Interpreting descriptive data
PhD student Esther Caljé worked with the HHRS Platform team to help interpret the data from two studies looking at ways of treating postpartum anaemia – a condition that affects approximately one-third of mothers in the weeks after birth in New Zealand.
Working as a midwife in the birthing unit at Christchurch Women’s Hospital, Esther Caljé encountered many women struggling with postpartum anaemia. It was a problem she had experienced herself as a mother with a newborn baby, and it inspired her to take more notice clinically of what was happening.
“There were so many surprising gaps in the evidence for such a common problem. Even though we were having a number of women every day on the postnatal ward with postpartum anaemia, I could see there was, and still is, this uncertainty in how to treat them.”

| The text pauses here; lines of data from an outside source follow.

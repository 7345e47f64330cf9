"""From raw parts to dataclass instances: keys to SI, rules, checks; faults name file, part and key."""

from __future__ import annotations

from collections.abc import Iterable, Mapping
from dataclasses import dataclass, field
from typing import Any

from models.catalog.derivations import Quantity, resolve
from models.catalog.key_units import accepted_keys
from models.catalog.reading import Problems, RawPart, nearest_hint
from models.catalog.schemas import Schema

CURVES = "curves"
_ENTRY_KEYS = ("value", "origin", "range")
_PART_WORDS = ("name", "based_on", "replaces", "range_class")
_KIND_WORDS = {str: "a text", bool: "true or false", int: "a whole number", tuple: "a list of texts"}


@dataclass
class PartReader:
    """Reads the parts of one kind, in order; later parts may be based on earlier ones."""

    schema: Schema
    problems: Problems
    _parts: dict[str, Any] = field(default_factory=dict)
    _known: dict[str, dict[str, Quantity]] = field(default_factory=dict)
    _plain: dict[str, dict[str, Any]] = field(default_factory=dict)

    def read(self, raws: Iterable[RawPart]) -> tuple[Any, ...]:
        """Parts in file order; a later one that says `replaces = true` takes the place of its namesake."""
        for raw in raws:
            before = len(self.problems.messages)
            self._check_words(raw)
            base = str(raw.entries.get("based_on"))
            plain = {**self._plain.get(base, {}), **self._plain_values(raw)}
            given = self._quantities(raw)
            self._add_curves(raw, plain, given)
            for message in self.schema.faults_alone(given):
                self.problems.add(raw, message)
            if len(self.problems.messages) == before:
                self._report_missing(raw, [name for name in self.schema.plain_fields if name not in plain])
            if len(self.problems.messages) > before:
                continue
            quantities = self._derived(raw, given, base, plain)
            if len(self.problems.messages) == before:
                self._known[raw.name], self._plain[raw.name] = quantities, plain
                self._parts[raw.name] = self._part(raw.name, plain, quantities)
        return tuple(self._parts.values())

    def _check_words(self, raw: RawPart) -> None:
        """Name, base and replacement of a part."""
        base = raw.entries.get("based_on")
        if not isinstance(raw.entries.get("name"), str):
            self.problems.add(raw, "needs a name, a text")
        if raw.name in self._parts and raw.entries.get("replaces") is not True:
            self.problems.add(raw, "there is such a part already; rename it, or say replaces = true")
        if base is not None and base not in self._parts:
            hint = nearest_hint(str(base), self._parts)
            self.problems.add(raw, f"based_on: no part called {base!r}{hint}")

    def _derived(
        self, raw: RawPart, given: Mapping[str, Quantity], base: str, plain: Mapping[str, Any]
    ) -> dict[str, Quantity]:
        """All quantities that follow from what is given and from the base part, checked."""
        schema = self.schema
        anchors = schema.anchors(plain)
        class_values = {
            name: Quantity(quantity.value, f"as {base}: {quantity.origin}")
            for name, quantity in self._known.get(base, {}).items()
        }
        try:
            resolved = resolve(given, schema.rules, schema.numeric_fields, class_values, anchors)
        except ArithmeticError as error:
            self.problems.add(raw, f"values do not fit together, deriving the fields fails: {error}")
            return {}
        for name in resolved.unused:
            self.problems.add(raw, f"{name} is given, but nothing follows from it: {self._why_unused(name)}")
        missing = [name for name in schema.numeric_fields if name not in resolved.quantities]
        self._report_missing(raw, missing)
        if not missing:
            for message in schema.faults(resolved.quantities):
                self.problems.add(raw, message)
        return resolved.quantities

    def _part(self, name: str, plain: Mapping[str, Any], quantities: Mapping[str, Quantity]) -> Any:
        made = self.schema.part_type.__dataclass_fields__
        chosen = {field_name: quantities[field_name] for field_name in self.schema.numeric_fields}
        words: dict[str, Any] = {
            "name": name,
            "origin": {field_name: quantity.origin for field_name, quantity in chosen.items()},
        }
        return self.schema.part_type(
            **{word: value for word, value in words.items() if word in made},
            **plain,
            **{field_name: quantity.value for field_name, quantity in chosen.items()},
        )

    def _plain_values(self, raw: RawPart) -> dict[str, Any]:
        """Words, counts and yes/no of a part, checked for their type."""
        values: dict[str, Any] = {}
        for name, kind in self.schema.plain_fields.items():
            if name not in raw.entries:
                continue
            value = raw.entries[name]
            if kind is tuple and isinstance(value, list):
                value = tuple(value)
            allowed = (self.schema.choices or {}).get(name)
            if type(value) is not kind:
                self.problems.add(raw, f"{name} must be {_KIND_WORDS[kind]}, got {value!r}")
            elif allowed is not None and value not in allowed:
                listed = ", ".join(map(repr, allowed))
                self.problems.add(raw, f"{name} must be one of {listed}, got {value!r}")
            values[name] = value
        return values

    def _quantities(self, raw: RawPart) -> dict[str, Quantity]:
        """Numbers of a part in SI."""
        keys = accepted_keys(self.schema.quantities)
        given: dict[str, Quantity] = {}
        for key, entry in raw.entries.items():
            if key in _PART_WORDS or key in self.schema.plain_fields or self._is_curves(key):
                continue
            if key not in keys:
                hint = nearest_hint(key, [*keys, *_PART_WORDS, *self.schema.plain_fields])
                self.problems.add(raw, f"unknown key {key!r}{hint}")
                continue
            name, factor = keys[key]
            quantity = self._quantity(raw, key, entry, factor)
            if name in given:
                self.problems.add(raw, f"{key}: {name} is given twice, in two units")
            elif quantity is not None:
                given[name] = quantity
        return given

    def _is_curves(self, key: str) -> bool:
        return key == CURVES and self.schema.curves is not None

    def _add_curves(self, raw: RawPart, plain: Mapping[str, Any], given: dict[str, Quantity]) -> None:
        """Add what follows from a part's curves; what is stated as a number as well is a fault."""
        if CURVES not in raw.entries or self.schema.curves is None:
            return
        rated = given.get("sheet_rated_current_a")
        current = rated.value if rated is not None and isinstance(rated.value, float) else None
        found, faults = self.schema.curves(raw.entries[CURVES], current, plain.get("shared_die") is True)
        for fault in faults:
            self.problems.add(raw, fault)
        for name, quantity in found.items():
            if name in given:
                self.problems.add(raw, f"{name} is given by a curve and by a number; leave one out")
            given[name] = quantity

    def _quantity(self, raw: RawPart, key: str, entry: Any, factor: float) -> Quantity | None:
        """One entry { value, origin } as a quantity in SI."""
        if not isinstance(entry, dict) or "value" not in entry:
            self.problems.add(raw, f'{key} must be written {{ value = ..., origin = "..." }}, got {entry!r}')
            return None
        for word in entry:
            if word not in _ENTRY_KEYS:
                self.problems.add(raw, f"{key}: unknown key {word!r}{nearest_hint(word, _ENTRY_KEYS)}")
        origin, value = entry.get("origin"), entry["value"]
        if not isinstance(origin, str) or not origin.strip():
            self.problems.add(raw, f"{key} has no origin: say where the value comes from")
            return None
        numbers = value if isinstance(value, list) else [value]
        if not numbers or any(isinstance(n, bool) or not isinstance(n, int | float) for n in numbers):
            self.problems.add(raw, f"{key}: value must be a number or a list of numbers, got {value!r}")
            return None
        scaled = tuple(_scaled(number, factor) for number in numbers)
        return Quantity(scaled if isinstance(value, list) else scaled[0], origin)

    def _report_missing(self, raw: RawPart, names: list[str]) -> None:
        for name in names:
            ways = [" and ".join(rule.needs) for rule in self.schema.rules if rule.target == name]
            others = f", or give {', or '.join(ways)}" if ways else ""
            self.problems.add(raw, f"{name} is missing{others}")

    def _why_unused(self, name: str) -> str:
        ways = [rule for rule in self.schema.rules if name in rule.needs]
        words = [f"it leads to {rule.target} together with {', '.join(rule.needs)}" for rule in ways]
        return "; ".join(words) + ", unless that is given already" if words else "no rule uses it"


def _scaled(number: float, factor: float) -> float:
    """Product without the last-digit noise of a decimal factor (100 mm2 is 1e-4 m2)."""
    return float(f"{number * factor:.14g}")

Esther did her Masters on the management of anaemia and iron deficiency in pregnancy, then later honed her research to concentrate on postpartum anaemia. She had some initial setbacks with grant funding and supervisory support. Then she met Liggins Professor Katie Groom who encouraged her to take her concept to the ON TRACK Trial Development Workshop which developed the basis of her research proposal, and formed a multidisciplinary team to work together. In 2020 Esther got an HRC grant and began her PhD at Liggins.
“That was huge. I realised it’s not just having a great idea, it’s about having a team of the right people to support you with that idea.”
Esther discovered there was no research on postpartum anaemia at all in New Zealand. She started with an observational study looking at six months of retrospective data and lab test results from Counties Manukau, Waikato and Canterbury. This enabled her to quantify the problem: testing and practice was variable, some women were getting intravenous iron (IV-iron), some were getting red blood cell transfusion (RBC-T), some were getting both, and some were getting neither.
Working with our statistician
At this point in her research, Esther began working with statistician Zeke Wang from the HHRS team.
“Zeke came in at a point where I was struggling a little bit with the analysis because there was so much data. The quality of the data wasn’t particularly great, and it was challenging for me to sift through A, the data and B, how I was going to hone what we were trying to achieve. He guided me how to do the analysis, and how to interpret the descriptive data to guide that analysis.”
“Zeke was really great at listening to my clinical interpretation of the data and trying to help make sense of it, saying ‘this could be worth looking at’, whilst sticking to our objectives.”
Getting the pilot trial underway
After the observational study and a systematic review, Esther and the HHRS team worked together to set up the data management for the FIT (Fatigue after Infusion or Transfusion) Pilot Trial and Feasibility Study at National Women’s, Waikato and Christchurch Women’s Hospitals. The HHRS team supported the pilot trial to assess the feasibility of a future randomised controlled trial to answer the question: “Is IV-iron alone a safe and effective alternative to IV-Iron and RBC-T combined, or RBC-T alone, for clinically stable women with moderate-to-severe postpartum anaemia?”
The FIT Pilot Trial and HHRS teams aimed to randomise 20-40 women across three Te Whatu Ora areas into three treatment groups: IV iron; RBC-T; IV iron and RBC-T. The HHRS team generated three randomisation tables for each of the three Te Whatu Ora areas, and when the research personnel entered the trial participant’s NHI number into the REDCAP database, they were automatically assigned to an intervention group.
“The numbers were small, but the structure was the same as for a bigger trial. It had to be done 100% correctly.”
The study also included surveys from women about fatigue, depression, baby-feeding, and why they did or didn’t consent to being randomised, along with surveys from health professionals and research personnel, so there were many different data points.
Working together as a team
“I found the team were so great to work with. It really felt like a team effort. They were respectful of what I knew clinically, and supportive and non-judgemental about what I didn’t know about setting up a trial database.”
The FIT Pilot Trial and Feasibility Study showed that a larger trial was possible. The HHRS team has recently helped Esther to put in an Expression of Interest to HRC for a bigger trial – the Mama FIT trial – and are delighted to be supporting Esther through the process.